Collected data
* * * * *
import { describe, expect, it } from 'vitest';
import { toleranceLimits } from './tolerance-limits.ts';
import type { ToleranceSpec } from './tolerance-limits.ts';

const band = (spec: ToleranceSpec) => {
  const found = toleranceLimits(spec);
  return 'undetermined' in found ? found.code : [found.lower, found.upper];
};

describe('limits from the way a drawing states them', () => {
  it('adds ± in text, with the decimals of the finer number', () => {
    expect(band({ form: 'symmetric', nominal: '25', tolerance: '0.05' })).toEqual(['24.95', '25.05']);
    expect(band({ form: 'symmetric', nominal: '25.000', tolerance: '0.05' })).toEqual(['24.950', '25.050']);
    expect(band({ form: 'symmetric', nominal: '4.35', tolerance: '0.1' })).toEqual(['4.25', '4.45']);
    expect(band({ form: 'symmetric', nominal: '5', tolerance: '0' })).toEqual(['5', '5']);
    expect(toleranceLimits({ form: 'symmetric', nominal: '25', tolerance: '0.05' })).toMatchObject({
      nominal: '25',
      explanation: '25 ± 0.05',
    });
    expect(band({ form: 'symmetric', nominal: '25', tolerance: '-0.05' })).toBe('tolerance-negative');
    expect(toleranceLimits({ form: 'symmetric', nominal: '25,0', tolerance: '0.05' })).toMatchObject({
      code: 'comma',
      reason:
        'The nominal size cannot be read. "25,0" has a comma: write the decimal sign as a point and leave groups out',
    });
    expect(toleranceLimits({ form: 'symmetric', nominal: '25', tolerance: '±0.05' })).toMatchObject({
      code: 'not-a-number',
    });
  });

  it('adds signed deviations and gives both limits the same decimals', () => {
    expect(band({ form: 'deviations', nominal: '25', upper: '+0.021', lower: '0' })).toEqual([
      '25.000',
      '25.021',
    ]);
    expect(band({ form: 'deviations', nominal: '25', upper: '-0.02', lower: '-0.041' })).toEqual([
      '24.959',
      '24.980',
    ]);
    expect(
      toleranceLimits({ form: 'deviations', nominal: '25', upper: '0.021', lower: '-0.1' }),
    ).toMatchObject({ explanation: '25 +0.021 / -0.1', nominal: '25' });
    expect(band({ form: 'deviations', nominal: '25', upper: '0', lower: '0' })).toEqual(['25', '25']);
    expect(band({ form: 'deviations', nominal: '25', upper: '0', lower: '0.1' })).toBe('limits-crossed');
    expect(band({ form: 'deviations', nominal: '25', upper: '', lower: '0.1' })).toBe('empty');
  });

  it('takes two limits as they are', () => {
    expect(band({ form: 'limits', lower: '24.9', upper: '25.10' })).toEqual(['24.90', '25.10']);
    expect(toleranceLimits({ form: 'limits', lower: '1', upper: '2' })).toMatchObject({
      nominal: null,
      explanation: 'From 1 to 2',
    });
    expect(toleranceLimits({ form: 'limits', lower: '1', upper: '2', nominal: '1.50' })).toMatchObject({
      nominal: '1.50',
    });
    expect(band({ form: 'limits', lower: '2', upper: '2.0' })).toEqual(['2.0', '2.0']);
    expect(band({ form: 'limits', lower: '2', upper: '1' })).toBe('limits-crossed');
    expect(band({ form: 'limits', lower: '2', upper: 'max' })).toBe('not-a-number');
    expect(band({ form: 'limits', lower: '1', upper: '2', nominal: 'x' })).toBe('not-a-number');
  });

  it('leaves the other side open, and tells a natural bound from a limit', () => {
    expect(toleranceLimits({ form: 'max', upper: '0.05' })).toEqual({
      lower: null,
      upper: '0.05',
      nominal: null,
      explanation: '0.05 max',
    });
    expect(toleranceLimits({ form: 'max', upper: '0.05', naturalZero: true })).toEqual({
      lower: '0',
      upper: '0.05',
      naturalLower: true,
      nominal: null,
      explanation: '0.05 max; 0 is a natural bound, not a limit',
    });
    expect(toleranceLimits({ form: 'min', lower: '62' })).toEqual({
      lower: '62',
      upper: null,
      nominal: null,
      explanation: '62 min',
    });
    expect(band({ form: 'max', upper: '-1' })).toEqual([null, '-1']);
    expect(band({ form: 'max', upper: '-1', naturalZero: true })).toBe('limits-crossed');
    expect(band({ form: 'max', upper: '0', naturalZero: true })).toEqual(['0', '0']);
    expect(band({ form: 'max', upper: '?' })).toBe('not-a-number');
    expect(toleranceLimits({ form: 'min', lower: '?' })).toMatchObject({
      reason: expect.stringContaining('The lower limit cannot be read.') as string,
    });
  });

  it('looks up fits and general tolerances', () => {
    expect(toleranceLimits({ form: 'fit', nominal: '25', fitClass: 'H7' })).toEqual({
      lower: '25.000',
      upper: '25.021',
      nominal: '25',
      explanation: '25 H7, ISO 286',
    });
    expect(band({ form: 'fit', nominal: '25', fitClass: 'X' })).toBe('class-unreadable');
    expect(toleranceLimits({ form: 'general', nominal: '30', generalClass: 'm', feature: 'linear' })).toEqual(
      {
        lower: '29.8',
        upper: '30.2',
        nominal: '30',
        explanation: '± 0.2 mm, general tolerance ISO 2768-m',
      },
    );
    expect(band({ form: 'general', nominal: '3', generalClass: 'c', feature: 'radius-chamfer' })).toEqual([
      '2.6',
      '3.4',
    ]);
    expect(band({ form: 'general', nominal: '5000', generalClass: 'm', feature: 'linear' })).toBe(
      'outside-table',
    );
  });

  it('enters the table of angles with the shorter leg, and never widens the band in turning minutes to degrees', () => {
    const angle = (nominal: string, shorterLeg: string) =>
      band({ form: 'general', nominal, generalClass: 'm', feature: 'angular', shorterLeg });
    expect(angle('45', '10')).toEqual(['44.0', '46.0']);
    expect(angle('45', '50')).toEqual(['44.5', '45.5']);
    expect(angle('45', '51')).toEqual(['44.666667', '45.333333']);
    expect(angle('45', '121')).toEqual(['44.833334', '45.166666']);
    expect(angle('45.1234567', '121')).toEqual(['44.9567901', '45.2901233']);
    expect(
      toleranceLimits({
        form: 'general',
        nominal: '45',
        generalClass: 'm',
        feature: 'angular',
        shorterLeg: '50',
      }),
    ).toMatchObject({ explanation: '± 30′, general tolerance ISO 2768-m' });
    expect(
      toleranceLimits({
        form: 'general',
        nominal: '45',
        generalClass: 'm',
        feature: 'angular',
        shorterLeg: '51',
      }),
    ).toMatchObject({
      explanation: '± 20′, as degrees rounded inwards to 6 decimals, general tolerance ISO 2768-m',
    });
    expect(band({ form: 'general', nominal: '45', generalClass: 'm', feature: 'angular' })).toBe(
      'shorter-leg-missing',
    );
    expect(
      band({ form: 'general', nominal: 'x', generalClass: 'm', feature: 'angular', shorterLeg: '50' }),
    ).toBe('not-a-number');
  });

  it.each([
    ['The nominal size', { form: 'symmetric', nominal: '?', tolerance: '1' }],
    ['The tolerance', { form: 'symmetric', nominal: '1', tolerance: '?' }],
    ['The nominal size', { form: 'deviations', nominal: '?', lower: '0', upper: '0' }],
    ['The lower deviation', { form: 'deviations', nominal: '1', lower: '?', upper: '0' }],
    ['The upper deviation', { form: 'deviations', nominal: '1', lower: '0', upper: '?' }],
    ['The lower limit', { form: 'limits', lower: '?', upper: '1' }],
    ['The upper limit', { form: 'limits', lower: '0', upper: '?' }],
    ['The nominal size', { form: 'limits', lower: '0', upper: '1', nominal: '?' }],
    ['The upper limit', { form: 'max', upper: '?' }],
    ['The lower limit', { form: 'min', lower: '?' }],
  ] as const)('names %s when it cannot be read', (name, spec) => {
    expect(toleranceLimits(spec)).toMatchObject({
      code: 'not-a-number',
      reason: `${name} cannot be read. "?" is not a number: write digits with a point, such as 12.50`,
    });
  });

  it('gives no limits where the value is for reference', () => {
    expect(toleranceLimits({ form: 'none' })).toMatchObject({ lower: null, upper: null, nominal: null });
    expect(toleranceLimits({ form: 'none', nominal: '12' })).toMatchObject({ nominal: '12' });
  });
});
* * * * *
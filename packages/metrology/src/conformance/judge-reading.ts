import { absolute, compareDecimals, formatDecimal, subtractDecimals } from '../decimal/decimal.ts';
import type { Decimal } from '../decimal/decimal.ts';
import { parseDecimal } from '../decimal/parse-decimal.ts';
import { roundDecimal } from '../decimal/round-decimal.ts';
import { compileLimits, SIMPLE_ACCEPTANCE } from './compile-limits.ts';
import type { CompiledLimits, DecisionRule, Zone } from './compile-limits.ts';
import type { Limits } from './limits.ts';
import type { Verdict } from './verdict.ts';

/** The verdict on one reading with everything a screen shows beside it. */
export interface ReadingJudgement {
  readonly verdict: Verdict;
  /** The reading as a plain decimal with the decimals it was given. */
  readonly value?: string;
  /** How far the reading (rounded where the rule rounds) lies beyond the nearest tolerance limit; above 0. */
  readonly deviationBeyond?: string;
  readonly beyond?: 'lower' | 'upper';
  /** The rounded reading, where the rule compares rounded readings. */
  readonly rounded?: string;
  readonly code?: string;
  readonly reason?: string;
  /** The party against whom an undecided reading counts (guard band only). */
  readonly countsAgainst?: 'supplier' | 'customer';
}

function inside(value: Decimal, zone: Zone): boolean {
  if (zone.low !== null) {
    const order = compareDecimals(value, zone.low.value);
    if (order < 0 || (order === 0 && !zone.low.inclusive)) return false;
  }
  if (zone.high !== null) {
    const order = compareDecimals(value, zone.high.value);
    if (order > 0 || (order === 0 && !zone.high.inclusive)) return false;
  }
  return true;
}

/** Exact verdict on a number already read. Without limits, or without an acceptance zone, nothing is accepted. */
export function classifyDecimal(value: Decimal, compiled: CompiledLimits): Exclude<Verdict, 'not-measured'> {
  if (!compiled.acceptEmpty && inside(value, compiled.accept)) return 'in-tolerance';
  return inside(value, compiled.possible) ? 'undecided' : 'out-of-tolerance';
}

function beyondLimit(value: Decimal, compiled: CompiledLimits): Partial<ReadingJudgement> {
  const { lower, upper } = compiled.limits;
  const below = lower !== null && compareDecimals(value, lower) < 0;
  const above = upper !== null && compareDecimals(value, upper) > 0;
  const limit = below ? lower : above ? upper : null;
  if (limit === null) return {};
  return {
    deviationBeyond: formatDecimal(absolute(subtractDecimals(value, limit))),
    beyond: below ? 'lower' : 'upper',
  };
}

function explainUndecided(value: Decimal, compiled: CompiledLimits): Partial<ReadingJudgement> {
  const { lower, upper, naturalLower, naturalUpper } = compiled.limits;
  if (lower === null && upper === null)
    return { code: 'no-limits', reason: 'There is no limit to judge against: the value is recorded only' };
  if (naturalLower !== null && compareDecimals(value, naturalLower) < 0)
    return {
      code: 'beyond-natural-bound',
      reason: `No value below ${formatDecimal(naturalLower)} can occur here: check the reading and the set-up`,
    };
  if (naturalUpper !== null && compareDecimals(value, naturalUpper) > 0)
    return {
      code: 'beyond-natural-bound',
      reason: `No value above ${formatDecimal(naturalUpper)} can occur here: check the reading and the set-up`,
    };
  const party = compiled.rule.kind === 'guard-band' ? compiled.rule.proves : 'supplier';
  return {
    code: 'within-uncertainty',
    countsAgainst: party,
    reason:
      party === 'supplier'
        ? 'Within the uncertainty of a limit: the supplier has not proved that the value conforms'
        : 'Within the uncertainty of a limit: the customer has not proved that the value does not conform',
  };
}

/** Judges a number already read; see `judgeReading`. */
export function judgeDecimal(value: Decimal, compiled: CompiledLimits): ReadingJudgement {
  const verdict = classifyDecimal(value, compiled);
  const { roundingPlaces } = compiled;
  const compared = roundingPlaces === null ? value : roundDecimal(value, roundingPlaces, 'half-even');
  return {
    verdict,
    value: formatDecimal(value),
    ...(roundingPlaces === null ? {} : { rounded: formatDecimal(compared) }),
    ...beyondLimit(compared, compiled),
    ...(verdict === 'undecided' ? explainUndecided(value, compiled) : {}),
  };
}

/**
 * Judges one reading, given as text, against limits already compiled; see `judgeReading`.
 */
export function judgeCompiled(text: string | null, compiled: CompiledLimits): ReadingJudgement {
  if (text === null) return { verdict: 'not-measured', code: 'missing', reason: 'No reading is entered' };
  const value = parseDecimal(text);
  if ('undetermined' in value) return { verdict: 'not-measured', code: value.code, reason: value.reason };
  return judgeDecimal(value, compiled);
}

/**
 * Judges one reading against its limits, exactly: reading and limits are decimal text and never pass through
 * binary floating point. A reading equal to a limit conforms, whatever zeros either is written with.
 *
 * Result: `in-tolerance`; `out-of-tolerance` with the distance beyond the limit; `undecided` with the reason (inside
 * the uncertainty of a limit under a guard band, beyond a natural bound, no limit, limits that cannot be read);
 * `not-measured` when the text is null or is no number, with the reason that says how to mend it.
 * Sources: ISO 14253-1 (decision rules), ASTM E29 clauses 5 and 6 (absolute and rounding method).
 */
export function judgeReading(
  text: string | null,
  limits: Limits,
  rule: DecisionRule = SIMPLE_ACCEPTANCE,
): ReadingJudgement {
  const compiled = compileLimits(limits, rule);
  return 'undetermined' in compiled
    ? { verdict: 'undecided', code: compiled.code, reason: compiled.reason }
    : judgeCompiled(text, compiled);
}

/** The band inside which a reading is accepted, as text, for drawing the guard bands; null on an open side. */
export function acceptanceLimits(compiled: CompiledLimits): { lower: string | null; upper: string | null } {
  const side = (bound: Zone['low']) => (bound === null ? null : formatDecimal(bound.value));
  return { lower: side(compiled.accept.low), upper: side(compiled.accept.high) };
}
* * * * *
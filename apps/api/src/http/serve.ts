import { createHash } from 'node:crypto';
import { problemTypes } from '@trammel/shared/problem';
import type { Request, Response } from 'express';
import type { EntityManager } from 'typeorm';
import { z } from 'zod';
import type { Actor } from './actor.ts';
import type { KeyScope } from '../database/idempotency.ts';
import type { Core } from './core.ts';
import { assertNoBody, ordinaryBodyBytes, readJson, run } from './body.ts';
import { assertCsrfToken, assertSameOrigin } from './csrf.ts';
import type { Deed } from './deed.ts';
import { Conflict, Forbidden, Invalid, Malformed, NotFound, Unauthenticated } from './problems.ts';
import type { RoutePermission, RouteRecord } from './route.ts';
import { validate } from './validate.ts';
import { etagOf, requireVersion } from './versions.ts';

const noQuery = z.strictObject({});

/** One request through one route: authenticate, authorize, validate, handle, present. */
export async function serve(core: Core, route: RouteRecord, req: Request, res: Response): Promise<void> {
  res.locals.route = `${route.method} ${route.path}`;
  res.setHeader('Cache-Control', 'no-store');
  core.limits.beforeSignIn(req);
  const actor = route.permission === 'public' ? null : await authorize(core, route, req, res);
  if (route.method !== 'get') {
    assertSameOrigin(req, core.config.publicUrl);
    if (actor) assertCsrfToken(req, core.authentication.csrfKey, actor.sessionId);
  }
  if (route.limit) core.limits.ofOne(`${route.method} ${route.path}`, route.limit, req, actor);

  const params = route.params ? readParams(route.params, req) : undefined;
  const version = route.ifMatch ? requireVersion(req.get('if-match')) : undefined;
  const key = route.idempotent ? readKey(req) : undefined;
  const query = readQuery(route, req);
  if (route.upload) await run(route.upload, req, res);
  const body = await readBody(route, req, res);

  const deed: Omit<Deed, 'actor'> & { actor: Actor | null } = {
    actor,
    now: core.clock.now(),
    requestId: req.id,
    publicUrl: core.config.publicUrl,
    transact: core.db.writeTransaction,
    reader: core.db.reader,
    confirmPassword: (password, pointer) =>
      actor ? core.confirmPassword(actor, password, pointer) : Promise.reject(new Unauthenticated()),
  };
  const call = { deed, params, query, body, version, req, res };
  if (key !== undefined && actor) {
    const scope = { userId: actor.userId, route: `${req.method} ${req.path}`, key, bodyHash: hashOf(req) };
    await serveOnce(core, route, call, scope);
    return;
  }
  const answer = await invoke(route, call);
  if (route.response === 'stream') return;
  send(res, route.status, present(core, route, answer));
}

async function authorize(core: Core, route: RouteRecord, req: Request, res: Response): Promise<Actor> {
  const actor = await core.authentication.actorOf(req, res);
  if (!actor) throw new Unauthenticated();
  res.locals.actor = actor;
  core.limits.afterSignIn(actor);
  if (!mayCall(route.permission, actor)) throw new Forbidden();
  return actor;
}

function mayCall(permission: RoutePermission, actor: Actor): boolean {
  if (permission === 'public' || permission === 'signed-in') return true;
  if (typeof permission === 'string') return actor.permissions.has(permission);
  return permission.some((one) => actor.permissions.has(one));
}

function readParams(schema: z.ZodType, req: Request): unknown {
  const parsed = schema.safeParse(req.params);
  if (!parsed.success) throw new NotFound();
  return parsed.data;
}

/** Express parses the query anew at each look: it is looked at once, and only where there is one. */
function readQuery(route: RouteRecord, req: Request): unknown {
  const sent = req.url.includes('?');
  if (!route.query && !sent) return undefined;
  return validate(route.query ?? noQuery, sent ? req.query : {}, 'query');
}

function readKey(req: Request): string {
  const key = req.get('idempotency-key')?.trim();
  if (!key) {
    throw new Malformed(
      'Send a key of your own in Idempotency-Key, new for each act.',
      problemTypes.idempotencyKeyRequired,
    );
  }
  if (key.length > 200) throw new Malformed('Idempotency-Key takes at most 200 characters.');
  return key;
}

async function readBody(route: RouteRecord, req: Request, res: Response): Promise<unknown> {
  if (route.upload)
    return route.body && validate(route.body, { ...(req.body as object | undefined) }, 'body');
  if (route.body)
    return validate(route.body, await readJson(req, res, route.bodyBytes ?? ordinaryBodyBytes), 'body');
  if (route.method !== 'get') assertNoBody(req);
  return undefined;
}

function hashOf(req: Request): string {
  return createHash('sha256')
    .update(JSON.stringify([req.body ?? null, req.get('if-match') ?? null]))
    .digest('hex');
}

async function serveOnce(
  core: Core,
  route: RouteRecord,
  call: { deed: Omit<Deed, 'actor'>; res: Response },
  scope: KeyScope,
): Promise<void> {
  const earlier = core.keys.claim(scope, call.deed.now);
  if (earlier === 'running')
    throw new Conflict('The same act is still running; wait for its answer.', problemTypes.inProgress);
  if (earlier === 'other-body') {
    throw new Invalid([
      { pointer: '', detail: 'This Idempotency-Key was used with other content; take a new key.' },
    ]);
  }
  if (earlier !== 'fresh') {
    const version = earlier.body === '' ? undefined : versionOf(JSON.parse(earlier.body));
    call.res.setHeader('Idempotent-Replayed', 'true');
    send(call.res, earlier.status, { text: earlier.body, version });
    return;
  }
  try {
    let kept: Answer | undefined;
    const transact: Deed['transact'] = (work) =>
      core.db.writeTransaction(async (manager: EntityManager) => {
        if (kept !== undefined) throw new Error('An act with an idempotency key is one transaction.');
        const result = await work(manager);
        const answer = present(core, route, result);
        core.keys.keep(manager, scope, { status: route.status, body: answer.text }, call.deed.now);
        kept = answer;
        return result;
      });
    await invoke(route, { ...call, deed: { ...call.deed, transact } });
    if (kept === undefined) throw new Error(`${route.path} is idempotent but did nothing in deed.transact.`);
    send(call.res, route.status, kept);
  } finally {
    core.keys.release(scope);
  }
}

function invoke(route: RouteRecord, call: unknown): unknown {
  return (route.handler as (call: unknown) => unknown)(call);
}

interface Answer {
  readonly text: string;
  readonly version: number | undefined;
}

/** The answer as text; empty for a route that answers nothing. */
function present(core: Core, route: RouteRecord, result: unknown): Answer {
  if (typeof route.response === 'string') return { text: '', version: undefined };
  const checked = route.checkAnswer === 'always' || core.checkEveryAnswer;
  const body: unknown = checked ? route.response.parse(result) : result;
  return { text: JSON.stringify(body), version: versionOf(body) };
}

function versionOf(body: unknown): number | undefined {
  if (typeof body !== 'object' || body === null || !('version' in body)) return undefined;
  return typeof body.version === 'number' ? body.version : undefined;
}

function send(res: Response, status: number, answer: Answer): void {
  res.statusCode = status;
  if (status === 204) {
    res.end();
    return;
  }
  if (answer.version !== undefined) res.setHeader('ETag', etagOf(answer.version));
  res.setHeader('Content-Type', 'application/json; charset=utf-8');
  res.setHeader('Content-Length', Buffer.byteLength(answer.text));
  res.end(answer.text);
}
* * * * *
## EXERCISE DESCRIPTION
Quote the data above from the line containing "describe, expect, it" to the line containing "nominal: '25,0', tolerance: '0.05'", inclusive, and stop.

## TASK SOLUTION
import { describe, expect, it } from 'vitest';
import { toleranceLimits } from './tolerance-limits.ts';
import type { ToleranceSpec } from './tolerance-limits.ts';

const band = (spec: ToleranceSpec) => {
  const found = toleranceLimits(spec);
  return 'undetermined' in found ? found.code : [found.lower, found.upper];
};

describe('limits from the way a drawing states them', () => {
  it('adds ± in text, with the decimals of the finer number', () => {
    expect(band({ form: 'symmetric', nominal: '25', tolerance: '0.05' })).toEqual(['24.95', '25.05']);
    expect(band({ form: 'symmetric', nominal: '25.000', tolerance: '0.05' })).toEqual(['24.950', '25.050']);
    expect(band({ form: 'symmetric', nominal: '4.35', tolerance: '0.1' })).toEqual(['4.25', '4.45']);
    expect(band({ form: 'symmetric', nominal: '5', tolerance: '0' })).toEqual(['5', '5']);
    expect(toleranceLimits({ form: 'symmetric', nominal: '25', tolerance: '0.05' })).toMatchObject({
      nominal: '25',
      explanation: '25 ± 0.05',
    });
    expect(band({ form: 'symmetric', nominal: '25', tolerance: '-0.05' })).toBe('tolerance-negative');
    expect(toleranceLimits({ form: 'symmetric', nominal: '25,0', tolerance: '0.05' })).toMatchObject({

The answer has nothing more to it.